Since IPFS is decentralized, all hosting nodes will have a copy of the file you uploaded. Normally, files are removed if they are not active or often used. This can be a very contentious issue because there are times files are archived and not often used and at other times need to be deleted immediately. When data that is already stored on IPFS changes, its hash must also change. If there is a new version, you will have to upload it, but it doesn’t overwrite the older version. This affects existing links to the file, so the original remains unchanged but now you will need to create a new link for a new file.
This can be a challenge when updating KYC data, which includes passports and driver licenses. When those documents expire, a new version must be uploaded to replace the old one. IPFS provides version control, but it becomes tricky once it is put on a public network because many versions can exist from different nodes. The old version is not automatically updated. The old one must either be archived or destroyed. IPFS cannot archive the file in the same way as on AWS or Azure.
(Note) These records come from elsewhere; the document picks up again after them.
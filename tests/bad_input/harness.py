"""Running one bad-input case through the command line and checking what it must never do.

A case (:class:`Case`) names the town it runs on and what it must get: an exit code and the
words of the message, or (for a repair) exit 0 and the findings that record the repair.
:func:`run_case` then checks, for every case, that the input files are byte-identical afterwards,
that no temporary file is left beside the target, and, when the run stops, that the previous
output at the target is intact and nothing else was written.
"""

from __future__ import annotations

import hashlib
from collections.abc import Callable
from dataclasses import dataclass, field
from pathlib import Path

import pyogrio
from click.testing import CliRunner

from gridflow.cli.main import cli
from tests.bad_input.town import P, Town, write_layer


@dataclass
class Case:
    """What one bad input must get.

    ``code``: the contract's exit code. ``match``: words the one-line message must hold (file,
    layer, feature id, field, key). ``findings``: (kind, feature_id) pairs the findings layer
    must hold (repairs). ``prepare(folder, gpkg, cfg)`` spoils files after the town is written
    and may return a clean-up callable; ``check(out_path)`` adds assertions on a written output.
    """

    town: Town | None = None
    code: int = 2
    match: tuple[str, ...] = ()
    findings: tuple[tuple[str, str], ...] = ()
    command: str = "run"
    args: tuple[str, ...] = ()
    out: str | None = None  # --out relative to the case folder ({folder} expanded)
    prepare: Callable | None = None
    check: Callable | None = None
    summary: str = ""


@dataclass
class Outcome:
    code: int
    stderr: str
    out_path: Path
    folder: Path
    findings: object = None
    written: list = field(default_factory=list)


def _digest(path: Path) -> str:
    return hashlib.sha256(path.read_bytes()).hexdigest()


def previous_output(path: Path) -> bytes:
    """A small, real GeoPackage standing for last night's output; returns its bytes."""
    write_layer(path, "run_info", [{"key": "previous", "value": "night before",
                                    "geometry": P(0, 0)}])
    return path.read_bytes()


def run_case(case: Case, folder: Path) -> Outcome:
    town = case.town if case.town is not None else Town()
    gpkg, cfg = town.write(folder)
    cleanup = case.prepare(folder, gpkg, cfg) if case.prepare else None
    try:
        out_dir = folder / "out"
        target = (Path(case.out.format(folder=folder)) if case.out else out_dir / "result.gpkg")
        prev = None
        if target.parent.is_dir() and not target.exists() and case.out is None:
            prev = previous_output(target)
        inputs = {p: _digest(p) for p in folder.iterdir() if p.is_file()}
        listing = set(out_dir.iterdir()) if out_dir.is_dir() else set()
        args = [case.command, str(cfg), *case.args]
        if case.out:
            args += ["--out", str(target)]
        res = CliRunner().invoke(cli, args)
        stderr = res.stderr
        # never a traceback or an unexpected exception escaping the guard
        assert res.exception is None or isinstance(res.exception, SystemExit), repr(
            res.exception)
        assert "Traceback" not in res.output, res.output
        # inputs byte-identical (GeoPackage, config, anything else the case put beside them)
        for p, h in inputs.items():
            assert p.exists() and _digest(p) == h, f"input {p.name} changed"
        # no temporary file beside the target
        if target.parent.is_dir():
            stray = [p.name for p in target.parent.iterdir() if ".tmp-" in p.name]
            assert not stray, stray
        written = sorted(set(out_dir.iterdir()) - listing) if out_dir.is_dir() else []
        outcome = Outcome(res.exit_code, stderr, target, folder, written=written)
        if res.exit_code == 0 and target.exists():
            outcome.findings = pyogrio.read_dataframe(target, layer="findings",
                                                      read_geometry=False)
        elif res.exit_code == 2:
            if prev is not None:  # the previous output is intact
                assert target.read_bytes() == prev, "previous output changed"
            # nothing half-written: at most the run's log file appeared
            assert all(p.suffix == ".log" for p in written), written
        return outcome
    finally:
        if cleanup:
            cleanup()
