def fs_cases() -> list[GenCase]:
    """(id, spoil, expect, names): each spoil(folder, gpkg, cfg, town) -> (config, out)."""
    def inputs(name):
        def f(folder, gpkg, cfg, t):
            t.config["inputs"]["gis"] = name
            return None
        return f

    def missing(folder, gpkg, cfg, t):
        t.config["inputs"]["gis"] = "nowhere.gpkg"

    def as_folder(folder, gpkg, cfg, t):
        (folder / "dir.gpkg").mkdir()
        t.config["inputs"]["gis"] = "dir.gpkg"

    def fifo(folder, gpkg, cfg, t):
        _fifo(folder, "pipe.gpkg")
        t.config["inputs"]["gis"] = "pipe.gpkg"

    def device(folder, gpkg, cfg, t):
        t.config["inputs"]["gis"] = "/dev/zero"

    def zero_bytes(folder, gpkg, cfg, t):
        (folder / "empty.gpkg").write_bytes(b"")
        t.config["inputs"]["gis"] = "empty.gpkg"

    def truncated(folder, gpkg, cfg, t):
        data = gpkg.read_bytes()
        (folder / "cut.gpkg").write_bytes(data[: len(data) // 3])
        t.config["inputs"]["gis"] = "cut.gpkg"

    def not_gpkg(folder, gpkg, cfg, t):
        (folder / "notes.gpkg").write_text("mains: see the paper map\n")
        t.config["inputs"]["gis"] = "notes.gpkg"

    def unreadable(folder, gpkg, cfg, t):
        shutil.copy(gpkg, folder / "locked.gpkg")
        os.chmod(folder / "locked.gpkg", 0)
        t.config["inputs"]["gis"] = "locked.gpkg"

    def config_fifo(folder, gpkg, cfg, t):
        return "fifo-config", None

    def config_folder(folder, gpkg, cfg, t):
        return "folder-config", None

    def out_is_folder(folder, gpkg, cfg, t):
        (folder / "out" / "result.gpkg").mkdir()
        return None, folder / "out" / "result.gpkg"

    def out_folder_readonly(folder, gpkg, cfg, t):
        return "readonly-out", folder / "out" / "result.gpkg"

    def out_equals_input(folder, gpkg, cfg, t):
        return None, gpkg

    def out_symlink_to_input(folder, gpkg, cfg, t):
        (folder / "out" / "link.gpkg").symlink_to(gpkg)
        return None, folder / "out" / "link.gpkg"

    def out_hardlink_of_input(folder, gpkg, cfg, t):
        os.link(gpkg, folder / "out" / "twin.gpkg")
        return None, folder / "out" / "twin.gpkg"

    def log_equals_input(folder, gpkg, cfg, t):
        shutil.copy(gpkg, folder / "night.log")
        t.config["inputs"]["gis"] = "night.log"
        return None, folder / "night.gpkg"

    def report_equals_input(folder, gpkg, cfg, t):
        shutil.copy(gpkg, folder / "night.html")
        t.config["inputs"]["gis"] = "night.html"
        t.config["report"] = {"enabled": True}
        return None, folder / "night.gpkg"

    def diagnostics_equals_input(folder, gpkg, cfg, t):
        shutil.copy(gpkg, folder / "night.diagnostics.gpkg")
        t.config["inputs"]["gis"] = "night.diagnostics.gpkg"
        return None, folder / "night.gpkg"

    def out_equals_config(folder, gpkg, cfg, t):
        return None, cfg

    def out_named_like_log(folder, gpkg, cfg, t):
        return None, folder / "out" / "night.log"

    def previous_is_fifo(folder, gpkg, cfg, t):
        return "previous-fifo", None

    def report_is_folder(folder, gpkg, cfg, t):
        t.config["report"] = {"enabled": True}
        (folder / "out" / "result.html").mkdir()
        return None, None

    def run_output_is_folder(folder, gpkg, cfg, t):
        (folder / "out" / "result.gpkg").mkdir()
        return "no-out", None

    rows = [
        ("report_path_is_folder", report_is_folder, ("result.html", "folder")),
        ("run_output_is_folder", run_output_is_folder, ("result.gpkg", "folder")),
        ("input_missing", missing, ("nowhere.gpkg", "inputs.gis", "does not exist")),
        ("input_is_folder", as_folder, ("dir.gpkg", "inputs.gis", "folder")),
        ("input_is_fifo", fifo, ("pipe.gpkg", "inputs.gis", "FIFO")),
        ("input_is_device", device, ("/dev/zero", "inputs.gis", "device")),
        ("input_zero_bytes", zero_bytes, ("empty.gpkg",)),
        ("input_truncated", truncated, ("cut.gpkg",)),
        ("input_not_a_geopackage", not_gpkg, ("notes.gpkg",)),
        ("input_unreadable", unreadable, ("locked.gpkg",)),
        ("config_is_fifo", config_fifo, ("cfg.toml", "FIFO")),
        ("config_is_folder", config_folder, ("cfgdir.toml",)),
        ("output_is_folder", out_is_folder, ("result.gpkg",)),
        ("output_folder_readonly", out_folder_readonly, ("out",)),
        ("output_equals_input", out_equals_input, ("town.gpkg", "input")),
        ("output_symlink_to_input", out_symlink_to_input, ("link.gpkg", "town.gpkg")),
        ("output_hardlink_of_input", out_hardlink_of_input, ("twin.gpkg", "town.gpkg")),
        ("log_path_equals_input", log_equals_input, ("night.log", "log file", "input")),
        ("report_path_equals_input", report_equals_input, ("night.html", "report", "input")),
        ("diagnostics_path_equals_input", diagnostics_equals_input,
         ("night.diagnostics.gpkg", "diagnostics", "input")),
        ("output_equals_config", out_equals_config, ("town.toml", "config")),
        ("output_named_like_its_log", out_named_like_log, ("night.log", "log file")),
        ("previous_output_is_fifo", previous_is_fifo, ("prev.gpkg", "FIFO")),
    ]
    cases = [GenCase(id=i, category="files", expect="stop", names=n, spoil=s)
             for i, s, n in rows]

    def nan_vertex(folder, gpkg, cfg, t):
        set_wkb(gpkg, "mains", "MAIN_ID", "M5", _line_wkb([(200, 200), (math.nan, 200),
                                                             (400, 200)]))

    def inf_vertex_hydrant(folder, gpkg, cfg, t):
        set_wkb(gpkg, "hydrants", "HYD_ID", "H1", struct.pack("<BIdd", 1, 1, math.inf, 5.0))

    def srs_id_zero(folder, gpkg, cfg, t):
        con = sqlite3.connect(gpkg)
        con.execute("UPDATE gpkg_geometry_columns SET srs_id=0 WHERE table_name='mains'")
        con.commit()
        con.close()

    cases += [
        GenCase(id="pipe_with_nan_vertex", category="geometry", expect="run", feature="M5",
                finding=("bad_coordinates", "M5"), spoil=nan_vertex),
        GenCase(id="hydrant_at_infinity", category="geometry", expect="run", feature="H1",
                finding=("bad_coordinates", "H1"), spoil=inf_vertex_hydrant),
        GenCase(id="pipes_srs_id_0", category="geometry", expect="stop",
                names=("town.gpkg", "'mains'", "coordinate reference system"),
                spoil=srs_id_zero),
    ]
    return cases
IPFS does have a version control system. This is a feature of the Merkle DAG structure of IPFS that allows you to build a distributed version control system (VCS). The most popular example of this is Github, which allows developers to easily collaborate on projects simultaneously. Files on Github are stored and versioned using a Merkle DAG. It allows users to independently duplicate and edit multiple versions of a file, store these versions and later merge edits with the original file. However this is pretty much in theory according to many developers, and not yet a fully tested and proven technology that works (as of this writing). If we were to implement it, that would require more time and development costs which can be good in the long run.
SYNOPSIS
IPFS is more ideal for permanent data storage, like for digital music, works of art and accreditations (e.g. certificates, diplomas, awards, donations). These are data types that don’t need to be changed and putting it on a blockchain based storage system makes more sense. It provides the creator or artist a digital proof that cannot be altered by anyone and provable through a hash based system with key value pairs that is unique only to one item.
IPFS storage is also more public, so confidentiality of data is required. This could be a violation for certain types of data storage which exposes private data (e.g. GDPR Rules). There are also available scalable solutions for data storage on AWS and Azure cloud that meet privacy, security and compliance. In my own opinion I don’t feel the need to distribute personal information the way IPFS stores data. For content that is made publicly available, using IPFS can provide a proof of authenticity to the owner of that content. This can secure a creator’s work like art by proving their ownership which then allows them to collect royalties and prevent others from taking credit for something they did not create.
It seems IPFS delivers fast and secure fault tolerant file storage for content. However, it may not be suitable for financial and personal data that requires strict regulation of how the data is stored and protected. This is also not recommended for storing files that change frequently due to updates, like active log files that continuously record data. The storage of data on the blockchain serves a different purpose, and IPFS provides that solution. As IPFS evolves, it could use a privacy layer that can hide personal data that is also encrypted at rest, so there would be no violations of exposing anything confidential.